I think this is a bizarre comparison. The people of Vietnam hated the French colonial occupation, and most of them despised the American-backed regime as well. They were fighting a 20-year-long anti-colonial war for independence (something that China, by the way, does not want any of the people they've colonized to emulate).
On the contrary, there's every indication that the people of Iran, as well as Venezuela, legitimately hate their repressive regimes and want nothing more than a chance to overthrow them. This isn't imposing regime change on some country that had never thought of it. It's clearing the path for the people of that country to execute regime change for themselves.
In that sense, our role here is quite a lot more like the Soviets in Vietnam, than America in Vietnam, or of either country in Afghanistan. We're not in the position of needing to prop up a puppet regime or find ethnic groups or exogenous actors. All we really need to do is target the existing oppressors.
>> if the US decides to unilaterally stop bombing Iran, it leaves Israel open to the Iranians, which is something Israel and AIPAC won't let the US do.
Stop with the AIPAC > blaming Israel for getting America into this. Israel did great work taking out Iran's defenses and gaining air superiority in the previous 12-day war, and it was only held back from continuing by the US - temporarily losing the total control it held. Furthermore, in no way is Israel going to be open to attack after this, whether or not the US remains involved.
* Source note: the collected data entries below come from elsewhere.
def _complete_days(
    returns: Returns2D,
    sub: Layout,
    shift: FloatArray,
    a: int,
    b: int,
    window: int,
    carry: _Carry,
) -> Iterator[DayArrays]:
    """Rolling Pearson of a block whose instruments have every return in the chunk's windows.

    The centred cross products come from the previous chunk (``carry``) or from an exact
    two-pass anchor; each day adds the rank-two update of :class:`_Side`, and a fresh anchor
    is taken whenever the rounding the running sums may hold could reach 1e-13 of a
    correlation (:data:`REANCHOR_RATIO`), e.g. after a burst of large moves leaves the
    window. r is the centred cross product scaled by both sides'
    ``1 / sqrt(sum of squared deviations)``.
    """
    continuing = carry.day == a - 1 and carry.comoment is not None
    first = a - 1 if continuing else a
    left = _Side(returns, sub.left_index, shift, first, b, window)
    right = left if sub.symmetric else _Side(returns, sub.right_index, shift, first, b, window)
    days = b - first
    if days > 1:
        # rank-two updates for every day of the chunk: one batched product
        updates = sub.cross(
            np.stack([left.enter_before, left.leave_before], axis=2),
            np.stack([right.enter_after, -right.leave_after], axis=2),
        )
    flat_left = left.flat() | flat_columns(returns, sub.left_index, first, b, window)
    flat_right = (
        flat_left
        if right is left
        else (right.flat() | flat_columns(returns, sub.right_index, first, b, window))
    )
    sides = [left] if right is left else [left, right]
    flats = [flat_left] if right is left else [flat_left, flat_right]
    previous = None
    if continuing and carry.absorbed_left is not None:
        previous = [carry.absorbed_left] + ([] if right is left else [carry.absorbed_right])
    anchor, absorbed = _anchor_days(sides, flats, previous)  # type: ignore[arg-type]
    if anchor.any():
        for side in sides:
            side.reanchor(anchor)
        flat_left = left.flat() | flat_columns(returns, sub.left_index, first, b, window)
        flat_right = (
            flat_left
            if right is left
            else (right.flat() | flat_columns(returns, sub.right_index, first, b, window))
        )
    scale_left = left.scale(flat_left)
    scale_right = scale_left if right is left else right.scale(flat_right)
    # the count is W for every pair and day; most days have no flat instrument
    count = constant(float(window), sub.shape)
    no_stale = constant(False, sub.shape, np.bool_)
    any_flat: BoolArray = np.asarray(flat_left.any(axis=1) | flat_right.any(axis=1))
    if continuing and carry.comoment is not None:
        comoment = carry.comoment
    else:
        comoment = sub.cross(left.deviations(0), right.deviations(0))[0]
    for c in range(days):
        if c:
            if anchor[c]:
                comoment = sub.cross(left.deviations(c), right.deviations(c))[0]
            else:
                comoment += updates[c - 1]
        if continuing and c == 0:
            continue  # the previous chunk's last day
        value = np.multiply(comoment, sub.left(scale_left[c]))
        value *= sub.right(scale_right[c])
        if any_flat[c]:
            yield outputs(
                value, count, sub.left(flat_left[c]), sub.right(flat_right[c]), sub.shape, window
            )
        else:
            np.clip(value, -1.0, 1.0, out=value)
            yield value, count, no_stale
    carry.day, carry.comoment = b - 1, comoment
    carry.absorbed_left = absorbed[0]
    carry.absorbed_right = absorbed[-1]


def _pearson_days(
    returns: Returns2D,
    sub: Layout,
    good: bool,
    shift: FloatArray,
    a: int,
    b: int,
    window: int,
    min_count: int,
    carry: _Carry,
) -> Iterator[DayArrays]:
    """Rolling Pearson of one block for days ``a .. b-1``, one day at a time.

    The chunk's entering/leaving sums are computed together; the running totals and the
    correlation are then formed day by day, so the arrays touched stay cache-sized.
    """
    if good:
        yield from _complete_days(returns, sub, shift, a, b, window, carry)
        return
    if isinstance(sub, TileLayout):
        # running matrix sums for the whole tile, carried from chunk to chunk
        yield from gappy_days(returns, sub, shift, a, b, window, min_count, carry.gappy)
        return
    # the masked sums hold seven arrays of pairs per day: shorter runs between anchors
    size = max(1, min(b - a, DEFAULT_CHUNK_BYTES // (8 * 8 * int(np.prod(sub.shape)) + 1)))
    for lo, hi in chunks(a, b, size):
        yield from _masked_days(returns, sub, shift, lo, hi, window, min_count)


def _masked_days(
    returns: Returns2D,
    sub: Layout,
    shift: FloatArray,
    a: int,
    b: int,
    window: int,
    min_count: int,
) -> Iterator[DayArrays]:
    """Pairwise-complete rolling Pearson: anchored masked sums plus entering/leaving rows."""
    sides = [sub.left_index] if sub.symmetric else [sub.left_index, sub.right_index]
    anchors = [
        window_stack(returns, cols, a, a + 1, window) - shift[cols][:, None] for cols in sides
    ]
    deltas = [delta_stack(returns, cols, a, b, window) - shift[cols][:, None] for cols in sides]
    running = masked_sums(sub, anchors[0], anchors[-1], None)
    steps = masked_sums(sub, deltas[0], deltas[-1], _ENTER_LEAVE, squares=False)
    flat_left = flat_columns(returns, sub.left_index, a, b, window)
    flat_right = flat_columns(returns, sub.right_index, a, b, window)
    today = running.day(0).copy()
    for c in range(b - a):
        if c:
            today.add(steps.day(c - 1))
        yield finish(
            moments(today, centred=True),
            sub.shape,
            centred=True,
            min_count=min_count,
            flat=(sub.left(flat_left[c]), sub.right(flat_right[c])),
        )


def _block(
    returns: Returns2D,
    measure: Measure,
    sub: Layout,
    good: bool,
    shift: FloatArray,
    a: int,
    b: int,
    window: int,
    carry: _Carry | None = None,
) -> Iterator[DayArrays]:
    """Values, counts and stale flags of one block for days ``a .. b-1``, day by day.

    ``carry`` hands the fast path's running sums from chunk to chunk; None: start afresh.
    """
    if measure.kind == "rolling":
        yield from _pearson_days(
            returns, sub, good, shift, a, b, window, measure.min_count, carry or _Carry()
        )
        return
    left = window_stack(returns, sub.left_index, a, b, window)
    right = None if sub.symmetric else window_stack(returns, sub.right_index, a, b, window)
    value, n, stale = rank_block(sub, left, right, good, measure.min_count)
    for c in range(b - a):
        yield value[c], n[c], stale[c]


def window_tile(
    returns: Returns2D,
    measure: Measure,
    layout: Layout,
    start: int,
    stop: int,
    chunk: int | None = None,
) -> Iterator[DayArrays]:
    """Rolling Pearson or Spearman values of a layout's pairs for rows ``start .. stop-1``.

    Parameters
    ----------
    returns : (T, N) float array, NaN = missing
    measure : Measure with ``kind`` "rolling" or "rank"
    layout : Layout
    start, stop : int
        ``0 <= start < stop <= T``; the windows reach back before ``start`` as needed.
    chunk : int or None
        Days per chunk (default: sized to the tile).

    Yields
    ------
    value : float array ``layout.shape`` (read-only)
        In [-1, 1]; NaN below ``measure.min_count`` common returns or where a side is
        constant over the pair's common days.
    n : float array ``layout.shape``
        Common returns in the window.
    stale : bool array ``layout.shape``
    """
    window = measure.window
    if window is None:
        raise EngineInputError(f"window_tile needs a rolling or rank measure, got {measure.text}")
    columns = np.union1d(layout.left_index, layout.right_index)
    width = layout.left_index.size + (0 if layout.symmetric else layout.right_index.size)
    pair_count = int(np.prod(layout.shape))
    if measure.kind == "rank":
        size = chunk_days(pair_count, width, window, chunk, pair_arrays=4)
    else:
        size = chunk_days(pair_count, width, 2, chunk, pair_arrays=2)
    carry = _Carry()
    ramp_stop = min(stop, max(start, window - 1))
    if measure.kind == "rank":
        # the first W - 1 rows have windows cut at row 0, one length per day: a day at a time
        for t in range(start, ramp_stop):
            yield from _chunk(returns, measure, layout, columns, t, t + 1, t + 1, carry)
    elif start < ramp_stop:
        # cut windows as full windows with missing rows before row 0 (pairwise path)
        yield from _chunk(returns, measure, layout, columns, start, ramp_stop, window, carry)
    for lo, hi in _runs(returns, columns, ramp_stop, stop, window):
        for a, b in chunks(lo, hi, size):
            yield from _chunk(returns, measure, layout, columns, a, b, window, carry)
Consider what happens if this war does succeed in weakening the Iranian regime to the point where the people can come back into the street and overthrow it: Russia loses its drone and missile manufacturer, the West has a bargaining chip in oil against China's control of rare earths, and conceivably there is a broad peaceful order in the Middle East between Sunnis, Shia and Jews, all relatively Western-facing, potentially progressive and aligned with the US and Europe. Would that be a terrible outcome?